Time-Traveling Through the 1920s — Part One!

A few weeks ago we looked at things that were happening exactly a hundred years ago, in 1920. Today let’s take a time machine back, and tour our area to see what was new and fresh then, and old friends to us now.
To begin our trip, we can sit in on foundational meetings for the brand-new incorporated Village of South Corning – home to St. Mary’s Cemetery, St. Mary’s Orthodox Cemetery, most of Hope Cemetery, a massive memorial arch for glass workers killed in a train crash, and the Town of Corning offices.
We can start 1921 in Wayland, at the Bennett’s Motors building on Route 15. Sad to say the family business closed at the end of last year, but the building will now be used by the ambulance corps.
Since we have a time machine, zipping over to Painted Post takes no time at all. Here we can see the foursquare old Erwin Muncipal Building, “built like a fortress” according to new owners, which allowed it to survive floods in 1935 and 1972. Keep your eye on it – the owners have great plans.

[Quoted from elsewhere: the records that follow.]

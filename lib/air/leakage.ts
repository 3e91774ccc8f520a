import type { CubicMetres, CubicMetresPerSecond, Pascals, SquareMetres } from '@/lib/units/quantity';
import { aboveZero, fromZeroUp } from './domain';
import { signedPower } from './orifice';

/** Exponent of the leakage of a whole room. Source: ASHRAE Fundamentals (2021), ch. 16: 0.5 to 1, 0.65 where nothing is measured. */
export const LEAKAGE_EXPONENT = 0.65;
/** The density that leakage areas are stated at, kg/m3. Source: ASHRAE Fundamentals (2021), ch. 16. */
const STATED_AT = 1.2;

/** How leaky a room is: an airflow at a difference. */
export type Leakage = { airflow: CubicMetresPerSecond; at: Pascals };

/** From an effective leakage area at 4 Pa (Cd = 1): Q = A √(2 · 4 / ρ). Source: Sherman and Grimsrud (1980); ASHRAE ch. 16. */
export function leakageOfArea(areaAt4Pa: SquareMetres): Leakage {
  fromZeroUp({ areaAt4Pa });
  return { airflow: (areaAt4Pa * Math.sqrt(8 / STATED_AT)) as CubicMetresPerSecond, at: 4 as Pascals };
}

/** From air changes an hour at 50 Pa, as a fan in a door measures: Q = n V / 3600. */
export function leakageOfChanges(ach50: number, volume: CubicMetres): Leakage {
  fromZeroUp({ ach50 });
  aboveZero({ volume });
  return { airflow: ((ach50 * volume) / 3600) as CubicMetresPerSecond, at: 50 as Pascals };
}

/**
 * Air through the cracks of a room: Q = Q₀ (Δp / Δp₀)^0.65, with the sign of the difference. Source: ASHRAE Fundamentals (2021), ch. 16.
 * @returns m3/s
 */
export const leakageAirflow = ({ airflow, at }: Leakage, difference: number) =>
  ((airflow * signedPower(difference, LEAKAGE_EXPONENT)) / at ** LEAKAGE_EXPONENT) as CubicMetresPerSecond;

/** The effective leakage area of a room, m2 at 4 Pa with Cd = 1: A = Q₄ / √(2 · 4 / ρ). Source: as `leakageOfArea`. */
export const effectiveLeakageArea = (leakage: Leakage) =>
  (leakageAirflow(leakage, 4) / Math.sqrt(8 / STATED_AT)) as SquareMetres;

/** The difference that drives an airflow through the cracks of a closed room, the power law turned round: Δp = Δp₀ (Q/Q₀)^(1/0.65). */
export function depressurisationBy(airflow: CubicMetresPerSecond, leakage: Leakage): Pascals {
  fromZeroUp({ airflow });
  aboveZero({ leakage: leakage.airflow });
  return (leakage.at * (airflow / leakage.airflow) ** (1 / LEAKAGE_EXPONENT)) as Pascals;
}
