import { fromFpm } from '@/lib/units/convert';
import { metresPerSecond, type MetresPerSecond } from '@/lib/units/quantity';

export const CARRIED = ['gas', 'fume', 'light-dust', 'dry-dust', 'industrial-dust', 'heavy-dust'] as const;
export type Carried = (typeof CARRIED)[number];

type Standard = { least: MetresPerSecond; source: string };
/** What is carried, and how fast the air must go so that it does not settle, by two standards that differ by nearly two. */
export type Transport = { name: string; standards: Standard[] };

const AMERICAN = 'guidance after ACGIH (Philippine air-pollution guidance, Annex 5)';
const IRISH = 'Health and Safety Authority of Ireland, guidance on local exhaust ventilation';
const us = (fpm: number): Standard => ({ least: fromFpm(fpm), source: AMERICAN });
const ie = (velocity: number): Standard => ({ least: metresPerSecond(velocity), source: IRISH });

export const TRANSPORT: Record<Carried, Transport> = {
  gas: { name: 'gas, vapour, smoke', standards: [us(1000), ie(5)] },
  fume: { name: 'welding and soldering fume', standards: [us(2000), ie(10)] },
  'light-dust': { name: 'very fine light dust, fine wood dust', standards: [us(2500), ie(12.5)] },
  'dry-dust': { name: 'dry dust and powder', standards: [us(3000), ie(15)] },
  'industrial-dust': { name: 'average industrial dust, grinding', standards: [us(3500)] },
  'heavy-dust': { name: 'heavy dust, chips, metal', standards: [us(4000)] },
};
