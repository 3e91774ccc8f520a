import { describe, expect, it } from 'vitest';
import { makeUpHeat } from '@/lib/air/make-up-heat';
import { fromCfm } from '@/lib/units/convert';
import { STANDARD_AIR } from '@/lib/units/factors';
import { celsius, cubicMetresPerSecond, kilogramsPerCubicMetre } from '@/lib/units/quantity';

const heat = (airflow: number, indoor: number, outdoor: number) =>
  makeUpHeat(cubicMetresPerSecond(airflow), kilogramsPerCubicMetre(STANDARD_AIR), celsius(indoor), celsius(outdoor));
const BTU_PER_HOUR = 1055.056 / 3600; // W

describe('the heat for the air let in', () => {
  it('is within half a percent of the 1.08 × cfm × °F of the US trade (from memory)', () =>
    expect(heat(fromCfm(1000), 70 / 1.8, 20 / 1.8) / BTU_PER_HOUR / (1.08 * 1000 * 50)).toBeCloseTo(1, 2));

  it('is negative where the air let in has to be cooled, and none where both are alike', () => {
    expect(heat(0.2, 22, 30)).toBeLessThan(0);
    expect(heat(0.2, 22, 22)).toBe(0);
  });

  it('is refused for air that leaves instead of coming in', () => expect(() => heat(-0.1, 20, 0)).toThrow(RangeError));
});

Just a few blocks down, but a year forward, we enter Riverside, incorporated as a village in 1922. It was formerly named Centerville, and also got hammered by those floods.
Continue on down Pulteney Street, once again jogging a year ahead, and we can look at the still-impressive Hotel Stanton on Bridge Street. In Bath the municipal building (which looks a lot like the Erwin building) was dedicated as a Great War memorial in 1923. That same year the new K-12 Haverling School opened at Liberty and Washington… most people know it nowadays as the old Dana Lyon school.
Up in Prattsburgh the Air-Flo building has been substantially altered, but it also first saw the light of day in 1923. And back at Wayland we can admire the 1923 American Legion hall, which was built to include a movie theater, and operated as such for decades.
Head south on Route 21, smoothly transitioning to 1924 as we go, and we’ll arrive at the Village of North Hornell – the last municipality to be created in Steuben County, and home to the new St. James Mercy Center. Driving on into the City of Hornell we can admire the neoclassical Lincoln School, now on the National Register of Historic Places after providing a neighborhood school for generations of families.
Back in Prattsburgh we’re bound to be impressed by the Franklin Academy (Prattsbugh Central School) and the ornate Presbyterian Church. The side-by-side structures went up in 1924, after their historic side-by-side predecessors burned down together on a memorable winter’s night in 1923. (The school’s been added to considerably in the last century, of course.)
On a less-dramatic note we can stop at the Babcock building on Bath’s Liberty Street, opened as a new-fangled movie theater (silents only) in 1924. The auditorium itself is gone, but many, many folks still fondly remember Friday nights or Saturday afternoons at the Babcock. But the street level later become part of Bath National Bank, now Five Star Bank. Unfortunately that branch has just been closed, so who knows what the Babcock faces as its second century approaches?